The candidate should be able to
a)define risk aversion and cite evidence that suggests that individuals are generally
risk averse;
b)list the assumptions about individuals’ investment behavior of the Markowitz
Portfolio Theory;
c)compute expected return for an individual investment and for a portfolio;
d)compute the variance and standard deviation for an individual investment;
e)compute the covariance of rates of return, and show how it is related to the
correlation coefficient;
f)list the components of the portfolio standard deviation formula, and explain which
component is most important to consider when adding an investment to a portfolio;
g)describe the efficient frontier and explain the implications for incremental returns as
an investor assumes more risk;
h)define optimal portfolio and show how each investor may have a different optimal
portfolio.
Problems: 3, 4, 5
Corrections/Clarifications
•On page 213, in footnote 4, insert an “=” after R i.
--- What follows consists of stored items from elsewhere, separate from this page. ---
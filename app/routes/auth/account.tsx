import { Form, Link } from "react-router"
import { findPlaces } from "~/services/people/find-places.server"
import { Button } from "~/ui/forms/button"
import { PlainPage } from "~/ui/layout/plain-page"
import { admits, guard } from "../guard.server"
import type { Route } from "./+types/account"

export const meta: Route.MetaFunction = () => [{ title: "Your account · Waxbill" }]

export const loader = guard(admits.signedIn, async (_args: Route.LoaderArgs, { person }) => ({
	name: person.name,
	email: person.email,
	places: (await findPlaces(person.id)).map(({ href, name }) => ({ href, name })),
}))

export default function Account({ loaderData: { name, email, places } }: Route.ComponentProps) {
	return (
		<PlainPage title={name} lead={<>Signed in as {email}</>}>
			<h2 className="name">Where you are at home</h2>
			{places.length === 0 ? (
				<p className="mt-2">Nowhere yet. A producer invites you by e-mail; the link in that letter opens the door.</p>
			) : (
				<ul className="mt-2 grid gap-1">
					{places.map((place) => (
						<li key={place.href}>
							<Link className="inline-block py-1 underline underline-offset-4" to={place.href}>
								{place.name}
							</Link>
						</li>
					))}
				</ul>
			)}
			<div className="mt-6 flex flex-wrap gap-3">
				<Link className="btn" to="/account/sessions">
					Where you are signed in
				</Link>
				<Form method="post" action="/sign-out">
					<Button>Sign out</Button>
				</Form>
			</div>
		</PlainPage>
	)
}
•On page 218, in Exhibit 7.9, all subscripts in the Coca-Cola section should be i. Also on page 218, the first two equations following Exhibit 7.9 are calculating σ2. The first should be subscripted “i” and the second “j.” Finally, in the last equation on page 218, insert an “=”
before the (.108) term.
•On page 219, in equation 7.6, under the last summation sign it should read j=1. Also on page 219, the “Standard Deviation of a Portfolio” sub-header in green text should be next to the second paragraph, rather than at the top left corner of the page.
•On page 220, in the next to last equation, under the last summation sign it should read j=1. •On page 221, in the calculation of standard deviation for case b, in the second line, insert a plus sign between the first two terms.
•On page 227, the last line of the first complete paragraph the weights are reversed. It should read: “In this case, it is W1 = 0.588 and W2 = 0.412.”
79. “An Introduction to Asset Pricing Models”
The candidate should be able to
a)list the assumptions of the capital market theory;
b)explain what happens to the expected return, the standard deviation of returns, and
possible risk-return combinations when a risk-free asset is combined with a
portfolio of risky assets;
c)identify the market portfolio, and describe the role of the market portfolio in the
formation of the capital market line (CML);
d)define systematic and unsystematic risk and explain why an investor should not
expect to receive additional return for assuming unsystematic risk;
e)describe the capital asset pricing model, diagram the security market line (SML),
and define beta;
f)calculate and interpret using the SML, the expected return on a security, and
evaluate whether the security is undervalued, overvalued, or properly valued;
g)explain how the systematic risk of an asset is estimated using the characteristic line.
Problems: 2, 15
Corrections/Clarifications
•On page 240, in the last equation, the last subscript should be “i.”。